- Directed by: Huo Jianqi
- Written by: Si Wu; Chi Li (novel);
- Produced by: Jin Zhongqiang; Han Sanping; Yang Buting; Tong Gang;
- Starring: Tao Hong; Tao Zeru;
- Cinematography: Ming Su
- Edited by: Kong Jinglei
- Music by: Zhang Xiaofeng
- Distributed by: China Film Group (international); Razor Digital Entertainment (United States: DVD);
- Release dates: June 2002 (Shanghai); August 28, 2002 (Montreal);
- Running time: 105 min.
- Country: China
- Language: Mandarin Chinese

= Life Show =

Life Show (生活秀 (shēng húo xiù)) is a 2002 Chinese film directed by Huo Jianqi. A drama, Life Show tells the story of a restaurant owner, played by Tao Hong, whose busy life dealing with family and business is nevertheless a lonely one. Her life takes a turn, however, when one of her long-time customers, played by Tao Zeru, shows a romantic interest in her. The film was a co-production between the China Film Group and the Beijing Film Studio. It was based on a novel by Chi Li and was adapted by Si Wu.

Life Show won the Golden Goblet at the 2002 Shanghai International Film Festival, as well as awards for best actress and best cinematography. It received a North American premiere at the Montreal World Film Festival on August 28, 2002.

== Plot ==
Life Show follows a woman, Lai Shuangyang, who operates a duck neck stall in night market in an unnamed city in central China (the film was shot in Chongqing). Though Shuangyang keeps her cool, her life is filled with complications. Her brother drug-addicted Jiujiu has been committed to a sanitarium Her assistant, Mei, who has fallen in love with Jiujiu, attempts suicide. Her sister in law, Xiaojin, always leaves Shuangyang's nephew for Shuangyang to take care of. At the same time, Shuangyang is trying to regain her family's home, which was given to a neighbor during the Cultural Revolution. Perhaps worst of all, Shuangyang is at risk of losing her restaurant.

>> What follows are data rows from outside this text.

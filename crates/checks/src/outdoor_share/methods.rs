//! The ways to a share, each from what was read for it.

use dewledger_properties::MoistAir;
use dewledger_quantities::{
    Amount, EnthalpyDifference, HumidityRatio, HumidityRatioDifference, Kind, Pressure, Quantity,
    Sentence, Share, TemperatureInterval, ThermodynamicTemperature,
};

use super::{CO2, CO2_BASIS, OUTDOOR_FLOW, POINTS, SUPPLY_FLOW};
use crate::given::Given;
use crate::outcome::Missing;
use crate::refusal::{Refusal, Stop};
use crate::state_block::Read;

/// Molar mass of water over that of dry air (ASHRAE RP-1485).
const EPSILON: f64 = 0.621_945;

/// A way to a share.
#[derive(Debug)]
pub(super) struct MethodKind {
    pub(super) key: &'static str,
    pub(super) label: &'static str,
    /// Within a sentence: "by temperature".
    pub(super) name: &'static str,
    /// Key of the difference that it divides by.
    pub(super) difference: &'static str,
    /// That difference without any stated ±, below which it is withheld (field practice), in SI.
    pub(super) least: Option<f64>,
    /// Made of the same readings as others: shown, not combined.
    pub(super) derived: bool,
    pub(super) formula: &'static str,
}

pub(super) static ALL: [&MethodKind; 5] =
    [&TEMPERATURE, &MOISTURE, &CARBON_DIOXIDE, &FLOW, &ENTHALPY];

static TEMPERATURE: MethodKind = MethodKind {
    key: "temperature",
    label: "By temperature",
    name: "temperature",
    difference: "delta_t",
    least: Some(6.0),
    derived: false,
    formula: "h(t_m, W_r + x (W_o - W_r)) = h_r + x (h_o - h_r)",
};
static MOISTURE: MethodKind = MethodKind {
    key: "moisture",
    label: "By moisture",
    name: "moisture",
    difference: "delta_w",
    least: Some(0.0015),
    derived: false,
    formula: "x = (W_m - W_r) / (W_o - W_r)",
};
static CARBON_DIOXIDE: MethodKind = MethodKind {
    key: "carbon_dioxide",
    label: "By CO2",
    name: "CO2",
    difference: "delta_co2",
    least: Some(200e-6),
    derived: false,
    formula: "x = (y_m - y_r) / (y_o - y_r),  y = c (1 + W/0.622)",
};
static FLOW: MethodKind = MethodKind {
    key: "by_flow",
    label: "By flow",
    name: "flow",
    difference: "none",
    least: None,
    derived: false,
    formula: "x = m_o / m_supply",
};
static ENTHALPY: MethodKind = MethodKind {
    key: "enthalpy",
    label: "By enthalpy",
    name: "enthalpy",
    difference: "delta_h",
    least: Some(6000.0),
    derived: true,
    formula: "x = (h_m - h_r) / (h_o - h_r)",
};

/// A share by one way.
#[derive(Debug, Clone)]
pub(super) struct Method {
    pub(super) kind: &'static MethodKind,
    pub(super) share: Share,
}

/// One of the three points: its dry bulb, its whole state where a humidity was read, its CO2.
pub(super) struct Corner {
    pub(super) dry_bulb: Option<ThermodynamicTemperature>,
    pub(super) read: Option<Read>,
    co2: Option<f64>,
}

/// Return, outdoor, mixed.
pub(super) struct Corners {
    pub(super) points: [Corner; 3],
}

impl Corners {
    pub(super) fn read(given: &Given, here: Pressure) -> Result<Self, Stop> {
        let mut points = Vec::with_capacity(3);
        for ((point, ..), key) in POINTS.into_iter().zip(CO2) {
            let read = match point.read(given, here) {
                Ok(read) => Some(read),
                Err(Stop::Waits(_)) => None,
                Err(refused) => return Err(refused),
            };
            let co2 = given.reading(key).map(|reading| reading.amount.si());
            if let Some(co2) = co2
                && !(300e-6..=0.01).contains(&co2)
                && !given.is_drawn()
            {
                return Err(Refusal::new(
                    key,
                    "co2_out_of_range",
                    Sentence::new("CO2 of {0} is outside 300 to 10 000 ppm. Is it in per cent? 0.04 % is 400 ppm.")
                        .with(Amount::new(Kind::MoleFraction, co2)),
                )
                .into());
            }
            points.push(Corner { dry_bulb: given.quantity(&point.key("dry_bulb")), read, co2 });
        }
        let points: [Corner; 3] =
            points.try_into().map_err(|_| Stop::waits("return.dry_bulb", "the return dry bulb"))?;
        Ok(Self { points })
    }

    /// The whole state at a point.
    pub(super) fn state(&self, index: usize) -> Option<&MoistAir> {
        self.points[index].read.as_ref().map(|read| &read.air)
    }

    /// What would make the first way complete.
    pub(super) fn missing(&self, given: &Given) -> Vec<Missing> {
        POINTS
            .iter()
            .filter(|(point, ..)| given.reading(&point.key("dry_bulb")).is_none())
            .map(|(point, ..)| {
                Missing::new(point.key("dry_bulb"), format!("the {} dry bulb", point.name))
            })
            .collect()
    }
}

/// Every way that is complete, in the order of [`ALL`].
pub(super) fn methods(
    given: &Given,
    here: Pressure,
    corners: &Corners,
) -> Result<Vec<Method>, Stop> {
    let mut found = Vec::new();
    let mut push = |kind: &'static MethodKind, share: Option<f64>| {
        if let Some(share) = share.filter(|share| share.is_finite()) {
            found.push(Method { kind, share: Share::from_si(share) });
        }
    };
    let states =
        corners.state(0).zip(corners.state(1)).zip(corners.state(2)).map(|((r, o), m)| (r, o, m));
    push(&TEMPERATURE, by_temperature(corners));
    push(&MOISTURE, states.map(|(r, o, m)| part(r, o, m, |air| air.humidity_ratio().si())));
    push(&CARBON_DIOXIDE, by_carbon_dioxide(given, corners));
    push(&FLOW, by_flow(given, here, corners)?);
    push(&ENTHALPY, states.map(|(r, o, m)| part(r, o, m, |air| air.enthalpy().si())));
    Ok(found)
}

fn part(r: &MoistAir, o: &MoistAir, m: &MoistAir, of: impl Fn(&MoistAir) -> f64) -> f64 {
    (of(m) - of(r)) / (of(o) - of(r))
}

/// By temperature: exact with the humidities of both streams, plain without.
fn by_temperature(corners: &Corners) -> Option<f64> {
    let t = |index: usize| corners.points[index].dry_bulb.map(Quantity::si);
    let (t_r, t_o, t_m) = (t(0)?, t(1)?, t(2)?);
    let plain = (t_m - t_r) / (t_o - t_r);
    let (Some(back), Some(outdoor)) = (corners.state(0), corners.state(1)) else {
        return Some(plain);
    };
    let at = |x: f64| {
        let mix = |of: &dyn Fn(&MoistAir) -> f64| of(back) + x * (of(outdoor) - of(back));
        let w = HumidityRatio::from_si(mix(&|air| air.humidity_ratio().si()));
        let air = MoistAir::unchecked(ThermodynamicTemperature::from_si(t_m), w, back.pressure());
        air.enthalpy().si() - mix(&|air| air.enthalpy().si())
    };
    // Nearly linear: the secant from the plain share and a neighbour ends in a few steps.
    let (mut one, mut other) = (plain, plain + 0.01);
    let (mut f_one, mut f_other) = (at(one), at(other));
    for _ in 0..20 {
        if (f_other - f_one).abs() < f64::EPSILON {
            break;
        }
        let next = other - f_other * (other - one) / (f_other - f_one);
        if !next.is_finite() {
            return None;
        }
        (one, f_one) = (other, f_other);
        (other, f_other) = (next, at(next));
        if (other - one).abs() < 1e-13 {
            break;
        }
    }
    Some(other)
}

/// CO2 per dry air where the humidity is known, per moist air where it is not.
fn per_dry_air(corners: &Corners, given: &Given) -> Option<[f64; 3]> {
    let humid = (0..3).all(|index| corners.state(index).is_some());
    let y = |index: usize| {
        let c = corners.points[index].co2?;
        let moved = if index == 2 { given.shift(CO2_BASIS) } else { 0.0 };
        let w = if humid { corners.state(index)?.humidity_ratio().si() } else { 0.0 };
        Some((c + moved) * (1.0 + w / EPSILON))
    };
    Some([y(0)?, y(1)?, y(2)?])
}

fn by_carbon_dioxide(given: &Given, corners: &Corners) -> Option<f64> {
    let [r, o, m] = per_dry_air(corners, given)?;
    Some((m - r) / (o - r))
}

fn by_flow(given: &Given, here: Pressure, corners: &Corners) -> Result<Option<f64>, Stop> {
    let (Some(outdoor), Some(mixed)) = (corners.state(1), corners.state(2)) else {
        return Ok(None);
    };
    let supply = SUPPLY_FLOW.read(given, here, &[("actual_mixed", mixed)])?;
    let intake = OUTDOOR_FLOW.read(given, here, &[("actual_outdoor", outdoor)])?;
    Ok(match (supply, intake) {
        (Ok(supply), Ok(intake)) => Some(intake.dry_air.si() / supply.dry_air.si()),
        _ => None,
    })
}

type Difference = (&'static str, &'static str, Amount);

/// Outdoor less return in everything that was read at both.
pub(super) fn differences(corners: &Corners, given: &Given) -> Vec<Difference> {
    let mut all: Vec<Difference> = Vec::new();
    let t = |index: usize| corners.points[index].dry_bulb.map(Quantity::si);
    if let (Some(r), Some(o)) = (t(0), t(1)) {
        all.push(("delta_t", "In dry bulb", TemperatureInterval::from_si(o - r).amount()));
    }
    if let (Some(r), Some(o)) = (corners.state(0), corners.state(1)) {
        let w = o.humidity_ratio().si() - r.humidity_ratio().si();
        let h = o.enthalpy().si() - r.enthalpy().si();
        all.push(("delta_w", "In humidity ratio", HumidityRatioDifference::from_si(w).amount()));
        all.push(("delta_h", "In enthalpy", EnthalpyDifference::from_si(h).amount()));
    }
    if let Some([r, o, _]) = per_dry_air(corners, given) {
        all.push(("delta_co2", "In CO2", Amount::new(Kind::MoleFraction, o - r)));
    }
    all
}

Into this morass, Shuangyang starts to notice one of her customers, Zhou Xiongzhou, a middle-aged businessman who has been frequenting her restaurant for a year. Despite concerns, she decides to take the risk with Xiongzhou and the two begin an unassuming romance.

== Cast ==
- Tao Hong as Lai Shuangyang, the owner of a small restaurant on a night market street specializing in the central Chinese specialty of duck necks.
- Yang Yi as Mei, Lai Shuangyang's assistant, who is in love with Shuangyang's younger brother, Jiujiu.
- Tao Zeru as Zhuo Xiongzhou, a middle aged customer at Lai Shuangyang's restaurant who begins to show a romantic interest in Shuangyang.
- Pan Yueming as Xiaojin, the wife of Shuangyang's older brother, Shuangyuan.
- Luo Deyuan as Zhang, a local bureaucrat that deals with Shuangyang in her efforts to regain the home of her family that was lost during the Cultural Revolution.

== DVD release ==
Life Show was released for North American markets on region 1 DVD by Razor Digital Entertainment on October 11, 2005. The DVD included subtitles for English, as well as both simplified and traditional Chinese characters.